Principle 5. Compound Engineering — Let all four principles compound across the entire team
This is the "Compound Engineering" concept from Dan Schipper, co-founder of Every. Context design, verification loops, tools, codebase optimization — if only one person does these, only individual productivity improves. But when the entire team contributes knowledge to CLAUDE.md, builds new MCPs, and shares verification scripts, compound effects emerge. The next session's agent starts with more tools and context than the previous one.
These numbers come from organizations that systematically adopted agentic engineering — not individuals. Stripe's Minions system works like this: a developer posts a task in Slack, the agent writes the code, passes CI, and opens a PR. The human only does the final review and merge. From task assignment to PR — zero human involvement.
Quick Start Guide
- Rewrite your CLAUDE.md (or AGENTS.md) as an "agent onboarding doc"

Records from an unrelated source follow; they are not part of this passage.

// The import rules of DEVELOPERS.md, read from the source: every import and re-export of every
// .ts, .tsx and .astro file under src/ (an .astro file's frontmatter), relative paths resolved.
// Type-only imports count as imports; only value imports (static or dynamic) carry a module into
// the code that runs, so only they count when a module is reached through others.
import { mkdirSync, mkdtempSync, readdirSync, readFileSync, rmSync, statSync, writeFileSync } from "node:fs";
import { tmpdir } from "node:os";
import { dirname, join, relative, resolve } from "node:path";
import ts from "typescript";
import { afterAll, describe, expect, it } from "vitest";

interface Edge {
  /** The file it resolves to, relative to the source root, with "/" separators. */
  to: string;
  /** The line of the importing file it is on, and the path as written there. */
  line: number;
  specifier: string;
  typeOnly: boolean;
}
type Graph = Map<string, Edge[]>;

const SOURCE = /\.(ts|tsx|astro)$/;

function listFiles(root: string, dir = root): string[] {
  return readdirSync(dir).flatMap((name) => {
    const path = join(dir, name);
    if (statSync(path).isDirectory()) return listFiles(root, path);
    return SOURCE.test(name) ? [relative(root, path).split("\\").join("/")] : [];
  });
}

/** The code of a file, and the line it starts on: an .astro file's frontmatter (after its opening ---), every other file whole. */
function codeOf(path: string): { code: string; firstLine: number } {
  const text = readFileSync(path, "utf8");
  if (!path.endsWith(".astro")) return { code: text, firstLine: 1 };
  return { code: /^---\r?\n([\s\S]*?)\r?\n---/.exec(text)?.[1] ?? "", firstLine: 2 };
}

function importsOf(root: string, file: string, files: Set<string>): Edge[] {
  const path = join(root, file);
  const { code, firstLine } = codeOf(path);
  const source = ts.createSourceFile(
    path,
    code,
    ts.ScriptTarget.Latest,
    true,
    file.endsWith(".tsx") ? ts.ScriptKind.TSX : ts.ScriptKind.TS,
  );
  const found: { specifier: string; typeOnly: boolean; at: number }[] = [];
  const visit = (node: ts.Node) => {
    if (ts.isImportDeclaration(node) && ts.isStringLiteral(node.moduleSpecifier)) {
      const clause = node.importClause;
      const named = clause?.namedBindings && ts.isNamedImports(clause.namedBindings) ? clause.namedBindings.elements : undefined;
      // `import type { A }` and `import { type A, type B }` are erased; `import "./x"` and `import {}` are not.
      const typeOnly = Boolean(
        clause &&
          (clause.phaseModifier === ts.SyntaxKind.TypeKeyword ||
            (!clause.name && named && named.length > 0 && named.every((n) => n.isTypeOnly))),
      );
      found.push({ specifier: node.moduleSpecifier.text, typeOnly, at: node.getStart() });
    } else if (ts.isExportDeclaration(node) && node.moduleSpecifier && ts.isStringLiteral(node.moduleSpecifier)) {
      found.push({ specifier: node.moduleSpecifier.text, typeOnly: node.isTypeOnly, at: node.getStart() });
    } else if (ts.isCallExpression(node) && node.expression.kind === ts.SyntaxKind.ImportKeyword) {
      const [argument] = node.arguments;
      if (argument && ts.isStringLiteral(argument)) found.push({ specifier: argument.text, typeOnly: false, at: node.getStart() });
    } else if (ts.isImportTypeNode(node) && ts.isLiteralTypeNode(node.argument) && ts.isStringLiteral(node.argument.literal)) {
      found.push({ specifier: node.argument.literal.text, typeOnly: true, at: node.getStart() });
    }
    ts.forEachChild(node, visit);
  };
  visit(source);
  return found.flatMap(({ specifier, typeOnly, at }) => {
    if (!specifier.startsWith(".")) return []; // packages and astro: modules
    const base = relative(root, resolve(dirname(path), specifier.replace(/\?.*$/, "")))
      .split("\\")
      .join("/");
    const to = [base, `${base}.ts`, `${base}.tsx`, `${base}.astro`, `${base}/index.ts`].find((c) => files.has(c));
    if (!to) return []; // styles, fonts and other assets
    return [{ to, specifier, typeOnly, line: source.getLineAndCharacterOfPosition(at).line + firstLine }];
  });
}

/** The import graph of every source file under `root`. */
function importGraph(root: string): Graph {
  const files = listFiles(root);
  const known = new Set(files);
  return new Map(files.map((f) => [f, importsOf(root, f, known)]));
}

const show = (from: string, edge: Edge) => `${from}:${edge.line} imports "${edge.specifier}"${edge.typeOnly ? " (type only)" : ""}`;

/** The value imports from `start` to the first module that `target` accepts, as "a:1 imports 'b' → b:3 imports 'c'", or null. */
function valuePath(graph: Graph, start: string, target: (file: string) => boolean): string | null {
  const cameBy = new Map<string, { from: string; edge: Edge } | null>([[start, null]]);
  const queue = [start];
  while (queue.length) {
    const file = queue.shift()!;
    for (const edge of graph.get(file) ?? []) {
      if (edge.typeOnly || cameBy.has(edge.to)) continue;
      cameBy.set(edge.to, { from: file, edge });
      if (target(edge.to)) {
        const steps: string[] = [];
        for (let at = cameBy.get(edge.to); at; at = cameBy.get(at.from)) steps.unshift(show(at.from, at.edge));
        return steps.join(" → ");
      }
      queue.push(edge.to);
    }
  }
  return null;
}

interface Rule {
  name: string;
  /** The files the rule is about. */
  from: (file: string) => boolean;
  /** What they must not import, directly (any import) or through other modules (value imports). */
  forbidden: (file: string) => boolean;
}

const under = (folder: string) => (file: string) => file.startsWith(folder);
const RULES: Rule[] = [
  { name: "components never import lib/server", from: under("components/"), forbidden: under("lib/server/") },
  {
    name: "islands never import the chem index (it carries the reagent catalogue): import lib/chem/<module>",
    from: (f) => f.startsWith("components/") && f.endsWith(".tsx"),
    forbidden: (f) => f === "lib/chem/index.ts",
  },
  { name: "lib/chem never imports lib/server", from: under("lib/chem/"), forbidden: under("lib/server/") },
  { name: "lib/schemas never imports lib/server", from: under("lib/schemas/"), forbidden: under("lib/server/") },
];

/** Every breach of the rules, one line each naming the file and the import. */
function ruleBreaches(graph: Graph): string[] {
  const out: string[] = [];
  for (const rule of RULES)
    for (const [file, edges] of graph) {
      if (!rule.from(file)) continue;
      const direct = edges.filter((e) => rule.forbidden(e.to));
      for (const edge of direct) out.push(`${rule.name}: ${show(file, edge)}`);
      if (direct.length) continue;
      const path = valuePath(graph, file, rule.forbidden);
      if (path) out.push(`${rule.name}: ${path}`);
    }
  return out;
}

/** Every import cycle (a strongly connected group of files), each as one loop "a → b → a" with its lines. */
function importCycles(graph: Graph): { files: string[]; loop: string }[] {
  let counter = 0;
  const index = new Map<string, number>();
  const low = new Map<string, number>();
  const stack: string[] = [];
  const onStack = new Set<string>();
  const groups: string[][] = [];
  // Tarjan's algorithm, iterative so a long chain cannot overflow the stack.
  for (const root of graph.keys()) {
    if (index.has(root)) continue;
    const work: { file: string; next: number }[] = [{ file: root, next: 0 }];
    index.set(root, counter);
    low.set(root, counter++);
    stack.push(root);
    onStack.add(root);
    while (work.length) {
      const top = work[work.length - 1]!;
      const edges = graph.get(top.file) ?? [];
      if (top.next < edges.length) {
        const to = edges[top.next++]!.to;
        if (!index.has(to)) {
          index.set(to, counter);
          low.set(to, counter++);
          stack.push(to);
          onStack.add(to);
          work.push({ file: to, next: 0 });
        } else if (onStack.has(to)) low.set(top.file, Math.min(low.get(top.file)!, index.get(to)!));
        continue;
      }
      work.pop();
      if (work.length) {
        const parent = work[work.length - 1]!.file;
        low.set(parent, Math.min(low.get(parent)!, low.get(top.file)!));
      }
      if (low.get(top.file) === index.get(top.file)) {
        const group: string[] = [];
        let member: string;
        do {
          member = stack.pop()!;
          onStack.delete(member);
          group.push(member);
        } while (member !== top.file);
        if (group.length > 1) groups.push(group.sort());
      }
    }
  }
  return groups.map((files) => {
    // One loop through the group: the shortest way from its first file back to itself.
    const inGroup = new Set(files);
    const start = files[0]!;
    const cameBy = new Map<string, { from: string; edge: Edge }>();
    const queue = [start];
    search: while (queue.length) {
      const file = queue.shift()!;
      for (const edge of graph.get(file) ?? []) {
        if (!inGroup.has(edge.to) || cameBy.has(edge.to)) continue;
        cameBy.set(edge.to, { from: file, edge });
        if (edge.to === start) break search;
        queue.push(edge.to);
      }
    }
    const steps: string[] = [];
    let at = cameBy.get(start);
    do {
      steps.unshift(show(at!.from, at!.edge));
      at = at!.from === start ? undefined : cameBy.get(at!.from);
    } while (at);
    return { files, loop: steps.join(" → ") };
  });
}

/**
 * Cycles known and scheduled to go, each with why it is still here. The test fails when one of
 * them is gone, so that the entry is deleted with the cycle.
 */
const KNOWN_CYCLES: { files: string[]; why: string }[] = [];

const SRC = resolve("src");

describe("import rules of src/", () => {
  const graph = importGraph(SRC);

  it("reads the graph: every layer is there", () => {
    const files = [...graph.keys()];
    for (const folder of ["components/", "lib/chem/", "lib/schemas/", "lib/server/", "pages/"])
      expect(files.filter((f) => f.startsWith(folder)).length, folder).toBeGreaterThan(3);
    expect(
      graph.get("pages/home.astro")?.map((e) => e.to),
      "an .astro file's frontmatter imports",
    ).toContain("layouts/AppLayout.astro");
  });

  it("components, islands, lib/chem and lib/schemas import only what they may", () => {
    expect(ruleBreaches(graph)).toEqual([]);
  });

  it("no two modules import each other, and there is no longer cycle either", () => {
    const known = new Set(KNOWN_CYCLES.map((c) => c.files.join(" ")));
    const cycles = importCycles(graph);
    expect(cycles.filter((c) => !known.has(c.files.join(" "))).map((c) => c.loop)).toEqual([]);
    const found = new Set(cycles.map((c) => c.files.join(" ")));
    expect(
      KNOWN_CYCLES.filter((c) => !found.has(c.files.join(" "))).map((c) => `no longer a cycle, delete its entry: ${c.files.join(", ")}`),
    ).toEqual([]);
  });
});

describe("the checks themselves, on a planted tree", () => {
  const root = mkdtempSync(join(tmpdir(), "decant-import-rules-"));
  afterAll(() => rmSync(root, { recursive: true, force: true }));
  const write = (file: string, text: string) => {
    mkdirSync(dirname(join(root, file)), { recursive: true });
    writeFileSync(join(root, file), text);
  };
  write("lib/server/db.ts", "export const db = 1;\n");
  write("lib/server/services/users.ts", 'import { db } from "../db";\nexport interface UserRow { id: number }\nexport const n = db;\n');
  write("lib/chem/index.ts", 'export * from "./reagents";\n');
  write("lib/chem/reagents.ts", "export const reagents = [];\n");
  write("lib/chem/units.ts", 'import type { n } from "../server/services/users";\nexport type N = typeof n;\n');
  write("lib/schemas/a.ts", 'import { b } from "./b";\nexport const a = b;\n');
  write("lib/schemas/b.ts", 'import { a } from "./a";\nexport const b = 1; void a;\n');
  write("lib/labels/catalogue.ts", 'import { reagents } from "../chem";\nexport const all = reagents;\n');
  write(
    "components/users/List.tsx",
    'import type { UserRow } from "../../lib/server/services/users";\nexport const rows: UserRow[] = [];\n',
  );
  write("components/labels/Picker.tsx", 'const load = () => import("../../lib/labels/catalogue");\nexport default load;\n');
  write("components/labels/Only.tsx", 'import type { Reagent } from "../../lib/labels/catalogue";\nexport type R = Reagent;\n');
  write("components/shell/Page.astro", '---\nimport { db } from "../../lib/server/db";\n---\n<p>{db}</p>\n');
  write("lib/x/p.ts", 'import "./q";\n');
  write("lib/x/q.ts", 'import "./r";\n');
  write("lib/x/r.ts", 'import "./p";\n');
  const graph = importGraph(root);

  it("names each planted breach with its file, line and import, and passes the harmless ones", () => {
    expect(ruleBreaches(graph).sort()).toEqual(
      [
        'components never import lib/server: components/users/List.tsx:1 imports "../../lib/server/services/users" (type only)',
        'components never import lib/server: components/shell/Page.astro:2 imports "../../lib/server/db"',
        'islands never import the chem index (it carries the reagent catalogue): import lib/chem/<module>: components/labels/Picker.tsx:1 imports "../../lib/labels/catalogue" → lib/labels/catalogue.ts:1 imports "../chem"',
        'lib/chem never imports lib/server: lib/chem/units.ts:1 imports "../server/services/users" (type only)',
      ].sort(),
    );
  });

  it("finds two modules importing each other and a longer loop", () => {
    expect(
      importCycles(graph)
        .map((c) => c.loop)
        .sort(),
    ).toEqual(
      [
        'lib/schemas/a.ts:1 imports "./b" → lib/schemas/b.ts:1 imports "./a"',
        'lib/x/p.ts:1 imports "./q" → lib/x/q.ts:1 imports "./r" → lib/x/r.ts:1 imports "./p"',
      ].sort(),
    );
  });
});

Write down your project's build commands, coding conventions, and architecture decisions. Skip the obvious stuff like "we use TypeScript" and keep only what Claude is likely to get wrong. If domain knowledge isn't in the codebase, it doesn't exist to the agent. - Close one verification loop
For your most frequent task, make the agent verify its own results. For backend work, instruct "run the tests and iterate until they all pass." For frontend, use Playwright MCP to verify in the browser. Closing just one loop makes a noticeable difference. - Solve one friction point with a tool
Find the most common thing your agent can't do. Figure out if it's manually changing something on a website or calling a specific API, then build a CLI tool or MCP server to solve it. The test: "Next time this task comes up, can the agent handle it alone?" - Clean up dead code and competing patterns in your codebase
Half-finished migrations, two coexisting patterns, unused code — clean it up. Agents work probabilistically, so conflicting patterns mean they'll randomly follow either one. - Start sharing across the team & compound your gains
Commit new skills, MCP servers, and verification scripts to the repo. The test: "Can the tool I just built be used by the next person (or next agent session)?" Solo workflows don't compound.
Warning: 3 anti-patterns
These are things Simon Willison has clearly warned about.
1. Don't merge agent-written code without review. The agent's PR descriptions need human verification too.
2. Don't blindly trust agent-written tests. You can end up with "self-fulfilling tests" that pass with hardcoded values.
3. Don't settle for "it works, so it's fine." If you lower review standards just because code generation costs dropped, technical debt accumulates at AI speed.